### [The task]
Take the entries that follow and return exactly the lines from the one holding "this.entries = new" through the one holding "byte[] csv = in.readNBytes(MAX_BYTES", both included. Nothing else is needed.

### [Records contained in a dataset]
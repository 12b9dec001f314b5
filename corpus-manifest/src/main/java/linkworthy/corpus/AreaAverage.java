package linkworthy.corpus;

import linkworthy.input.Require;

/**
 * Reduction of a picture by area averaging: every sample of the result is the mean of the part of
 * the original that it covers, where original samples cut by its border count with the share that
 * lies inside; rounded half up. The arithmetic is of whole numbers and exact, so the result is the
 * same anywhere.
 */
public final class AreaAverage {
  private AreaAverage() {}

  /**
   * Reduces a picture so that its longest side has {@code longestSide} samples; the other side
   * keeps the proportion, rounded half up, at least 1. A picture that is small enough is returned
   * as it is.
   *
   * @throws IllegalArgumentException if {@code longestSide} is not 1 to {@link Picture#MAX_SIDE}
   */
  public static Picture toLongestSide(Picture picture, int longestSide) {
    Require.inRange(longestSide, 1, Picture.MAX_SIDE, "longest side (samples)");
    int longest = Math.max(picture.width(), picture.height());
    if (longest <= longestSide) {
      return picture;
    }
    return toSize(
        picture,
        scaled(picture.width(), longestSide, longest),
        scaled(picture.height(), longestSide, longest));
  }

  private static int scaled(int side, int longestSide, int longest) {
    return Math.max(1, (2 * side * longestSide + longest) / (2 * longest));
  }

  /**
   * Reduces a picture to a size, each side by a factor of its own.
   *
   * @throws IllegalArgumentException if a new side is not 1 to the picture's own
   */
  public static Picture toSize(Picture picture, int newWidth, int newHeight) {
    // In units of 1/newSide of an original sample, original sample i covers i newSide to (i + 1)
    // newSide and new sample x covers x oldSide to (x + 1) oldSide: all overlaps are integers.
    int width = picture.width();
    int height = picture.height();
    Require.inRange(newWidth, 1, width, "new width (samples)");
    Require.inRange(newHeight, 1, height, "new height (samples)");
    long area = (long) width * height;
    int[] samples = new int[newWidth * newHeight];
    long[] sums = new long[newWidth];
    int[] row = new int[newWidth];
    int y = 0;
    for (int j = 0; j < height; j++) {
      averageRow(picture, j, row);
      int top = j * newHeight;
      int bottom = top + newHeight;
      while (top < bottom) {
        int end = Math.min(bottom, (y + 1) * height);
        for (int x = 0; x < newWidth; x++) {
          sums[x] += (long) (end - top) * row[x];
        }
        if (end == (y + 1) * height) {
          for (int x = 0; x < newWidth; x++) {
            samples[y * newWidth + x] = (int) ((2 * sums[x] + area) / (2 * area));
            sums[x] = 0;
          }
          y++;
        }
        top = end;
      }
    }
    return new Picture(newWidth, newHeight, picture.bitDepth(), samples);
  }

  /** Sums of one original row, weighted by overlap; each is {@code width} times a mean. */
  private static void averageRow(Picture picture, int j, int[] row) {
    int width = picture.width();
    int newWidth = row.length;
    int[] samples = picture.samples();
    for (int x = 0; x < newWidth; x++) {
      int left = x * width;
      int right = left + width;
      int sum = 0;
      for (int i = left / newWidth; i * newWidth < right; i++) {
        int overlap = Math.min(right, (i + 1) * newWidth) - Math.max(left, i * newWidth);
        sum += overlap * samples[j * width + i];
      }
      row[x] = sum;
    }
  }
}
==
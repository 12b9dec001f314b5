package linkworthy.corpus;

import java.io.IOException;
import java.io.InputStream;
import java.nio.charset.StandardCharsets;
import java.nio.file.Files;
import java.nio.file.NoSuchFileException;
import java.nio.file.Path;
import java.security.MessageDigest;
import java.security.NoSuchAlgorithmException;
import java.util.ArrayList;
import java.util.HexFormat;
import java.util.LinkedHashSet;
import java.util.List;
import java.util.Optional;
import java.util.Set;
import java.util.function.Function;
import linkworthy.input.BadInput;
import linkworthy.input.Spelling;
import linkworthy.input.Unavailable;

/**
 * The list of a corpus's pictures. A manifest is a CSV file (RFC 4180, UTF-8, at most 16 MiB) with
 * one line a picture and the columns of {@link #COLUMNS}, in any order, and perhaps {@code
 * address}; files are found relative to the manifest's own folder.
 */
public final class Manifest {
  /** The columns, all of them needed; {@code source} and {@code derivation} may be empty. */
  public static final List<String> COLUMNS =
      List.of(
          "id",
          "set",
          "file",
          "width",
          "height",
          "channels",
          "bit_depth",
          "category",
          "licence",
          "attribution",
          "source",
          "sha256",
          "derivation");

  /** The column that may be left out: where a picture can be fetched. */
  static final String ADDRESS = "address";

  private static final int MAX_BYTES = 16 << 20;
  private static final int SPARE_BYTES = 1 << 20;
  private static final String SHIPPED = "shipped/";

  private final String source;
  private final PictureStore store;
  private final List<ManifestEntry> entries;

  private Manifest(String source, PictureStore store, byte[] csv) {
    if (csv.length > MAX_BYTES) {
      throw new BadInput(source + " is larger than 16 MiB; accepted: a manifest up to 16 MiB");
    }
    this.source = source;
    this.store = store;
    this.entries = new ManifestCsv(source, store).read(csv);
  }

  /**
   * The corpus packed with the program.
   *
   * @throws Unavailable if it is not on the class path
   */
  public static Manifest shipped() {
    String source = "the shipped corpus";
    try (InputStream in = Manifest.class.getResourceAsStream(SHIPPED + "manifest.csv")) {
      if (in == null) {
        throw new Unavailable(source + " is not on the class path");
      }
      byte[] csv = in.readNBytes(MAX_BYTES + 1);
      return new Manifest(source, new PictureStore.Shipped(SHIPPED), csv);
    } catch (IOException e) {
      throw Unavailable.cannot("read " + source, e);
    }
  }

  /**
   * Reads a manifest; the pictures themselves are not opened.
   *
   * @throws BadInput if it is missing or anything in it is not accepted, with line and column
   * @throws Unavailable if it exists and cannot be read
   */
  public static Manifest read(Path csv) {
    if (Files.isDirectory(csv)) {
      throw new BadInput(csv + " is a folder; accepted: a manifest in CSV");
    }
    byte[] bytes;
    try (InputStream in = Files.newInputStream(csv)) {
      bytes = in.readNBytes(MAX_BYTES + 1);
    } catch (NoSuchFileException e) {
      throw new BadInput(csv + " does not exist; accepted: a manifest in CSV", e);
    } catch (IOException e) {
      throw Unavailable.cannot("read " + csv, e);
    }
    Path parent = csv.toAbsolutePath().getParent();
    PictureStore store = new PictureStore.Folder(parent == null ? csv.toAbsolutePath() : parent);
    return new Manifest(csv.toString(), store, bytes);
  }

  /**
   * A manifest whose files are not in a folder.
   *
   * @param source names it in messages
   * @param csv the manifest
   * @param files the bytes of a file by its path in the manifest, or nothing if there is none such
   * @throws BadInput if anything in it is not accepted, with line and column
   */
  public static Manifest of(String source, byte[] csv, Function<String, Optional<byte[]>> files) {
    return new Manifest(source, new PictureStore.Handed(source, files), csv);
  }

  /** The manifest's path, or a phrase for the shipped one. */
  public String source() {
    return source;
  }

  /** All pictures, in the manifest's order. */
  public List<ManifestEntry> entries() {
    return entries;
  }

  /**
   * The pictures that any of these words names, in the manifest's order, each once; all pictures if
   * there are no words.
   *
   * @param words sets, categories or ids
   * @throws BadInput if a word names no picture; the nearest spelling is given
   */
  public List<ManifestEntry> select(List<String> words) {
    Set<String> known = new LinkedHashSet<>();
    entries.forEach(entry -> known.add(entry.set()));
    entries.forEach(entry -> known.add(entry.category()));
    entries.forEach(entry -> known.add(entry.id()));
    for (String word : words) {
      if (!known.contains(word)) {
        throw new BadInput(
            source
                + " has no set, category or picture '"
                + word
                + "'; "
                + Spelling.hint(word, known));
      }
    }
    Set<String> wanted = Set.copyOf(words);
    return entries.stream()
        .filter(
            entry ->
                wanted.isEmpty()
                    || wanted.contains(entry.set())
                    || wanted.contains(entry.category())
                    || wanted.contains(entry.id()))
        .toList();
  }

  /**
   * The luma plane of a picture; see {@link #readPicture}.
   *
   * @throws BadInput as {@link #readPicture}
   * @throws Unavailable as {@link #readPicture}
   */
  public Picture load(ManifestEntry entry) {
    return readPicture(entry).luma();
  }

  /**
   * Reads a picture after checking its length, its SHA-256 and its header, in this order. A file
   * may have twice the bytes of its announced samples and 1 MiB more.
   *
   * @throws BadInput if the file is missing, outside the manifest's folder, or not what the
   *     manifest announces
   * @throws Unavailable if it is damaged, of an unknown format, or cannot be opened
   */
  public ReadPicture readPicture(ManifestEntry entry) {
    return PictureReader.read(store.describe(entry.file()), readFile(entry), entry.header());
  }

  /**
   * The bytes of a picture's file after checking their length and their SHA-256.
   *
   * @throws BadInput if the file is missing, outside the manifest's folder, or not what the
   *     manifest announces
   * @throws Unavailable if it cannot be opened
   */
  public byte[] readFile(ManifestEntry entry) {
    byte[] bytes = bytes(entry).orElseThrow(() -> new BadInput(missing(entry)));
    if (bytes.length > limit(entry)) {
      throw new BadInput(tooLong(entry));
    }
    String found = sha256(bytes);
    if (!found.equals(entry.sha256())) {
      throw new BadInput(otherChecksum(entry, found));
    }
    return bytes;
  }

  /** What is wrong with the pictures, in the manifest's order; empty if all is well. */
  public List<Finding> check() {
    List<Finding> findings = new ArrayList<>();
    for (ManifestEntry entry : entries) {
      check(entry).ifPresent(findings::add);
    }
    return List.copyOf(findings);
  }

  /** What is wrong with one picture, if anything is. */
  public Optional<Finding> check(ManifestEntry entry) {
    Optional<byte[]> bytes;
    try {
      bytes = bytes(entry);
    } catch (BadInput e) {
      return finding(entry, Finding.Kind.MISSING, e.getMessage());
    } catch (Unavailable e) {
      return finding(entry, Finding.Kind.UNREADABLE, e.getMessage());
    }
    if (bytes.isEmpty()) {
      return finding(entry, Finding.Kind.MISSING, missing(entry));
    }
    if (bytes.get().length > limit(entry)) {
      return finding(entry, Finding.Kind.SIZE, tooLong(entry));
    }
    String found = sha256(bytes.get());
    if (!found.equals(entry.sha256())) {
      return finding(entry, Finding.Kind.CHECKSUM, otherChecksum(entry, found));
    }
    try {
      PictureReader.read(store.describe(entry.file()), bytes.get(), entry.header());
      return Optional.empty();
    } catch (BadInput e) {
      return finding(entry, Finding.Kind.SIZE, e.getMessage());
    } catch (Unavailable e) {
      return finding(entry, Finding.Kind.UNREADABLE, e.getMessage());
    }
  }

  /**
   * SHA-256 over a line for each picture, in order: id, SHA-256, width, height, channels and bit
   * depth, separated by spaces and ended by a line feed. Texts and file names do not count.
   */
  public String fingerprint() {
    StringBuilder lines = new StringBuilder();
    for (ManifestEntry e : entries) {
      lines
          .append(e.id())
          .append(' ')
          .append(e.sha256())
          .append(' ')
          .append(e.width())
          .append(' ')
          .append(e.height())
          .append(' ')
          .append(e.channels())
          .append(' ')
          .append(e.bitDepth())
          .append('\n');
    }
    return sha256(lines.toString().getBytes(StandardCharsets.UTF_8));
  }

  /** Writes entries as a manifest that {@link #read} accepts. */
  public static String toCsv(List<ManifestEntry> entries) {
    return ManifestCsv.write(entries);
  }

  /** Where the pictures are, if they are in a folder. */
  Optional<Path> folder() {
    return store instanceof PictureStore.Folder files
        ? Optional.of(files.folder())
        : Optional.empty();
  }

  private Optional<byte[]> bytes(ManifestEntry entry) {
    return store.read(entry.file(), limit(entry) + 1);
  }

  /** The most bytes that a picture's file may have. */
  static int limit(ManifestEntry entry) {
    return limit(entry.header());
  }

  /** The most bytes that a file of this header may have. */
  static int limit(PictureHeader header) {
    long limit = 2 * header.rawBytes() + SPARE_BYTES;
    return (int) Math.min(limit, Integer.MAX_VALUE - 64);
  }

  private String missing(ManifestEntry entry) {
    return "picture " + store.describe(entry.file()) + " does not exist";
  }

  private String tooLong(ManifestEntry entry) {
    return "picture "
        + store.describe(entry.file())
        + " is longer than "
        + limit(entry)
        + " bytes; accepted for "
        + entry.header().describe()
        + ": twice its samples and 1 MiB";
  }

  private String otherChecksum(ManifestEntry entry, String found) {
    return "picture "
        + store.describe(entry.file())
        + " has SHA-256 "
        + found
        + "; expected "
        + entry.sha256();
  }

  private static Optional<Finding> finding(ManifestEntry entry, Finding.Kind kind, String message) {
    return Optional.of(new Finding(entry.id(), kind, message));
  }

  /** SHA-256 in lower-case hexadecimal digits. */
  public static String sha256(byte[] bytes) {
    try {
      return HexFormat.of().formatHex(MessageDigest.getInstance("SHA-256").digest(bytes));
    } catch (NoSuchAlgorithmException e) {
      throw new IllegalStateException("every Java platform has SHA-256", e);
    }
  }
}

### [Answer area]
    this.entries = new ManifestCsv(source, store).read(csv);
  }

  /**
   * The corpus packed with the program.
   *
   * @throws Unavailable if it is not on the class path
   */
  public static Manifest shipped() {
    String source = "the shipped corpus";
    try (InputStream in = Manifest.class.getResourceAsStream(SHIPPED + "manifest.csv")) {
      if (in == null) {
        throw new Unavailable(source + " is not on the class path");
      }
      byte[] csv = in.readNBytes(MAX_BYTES + 1);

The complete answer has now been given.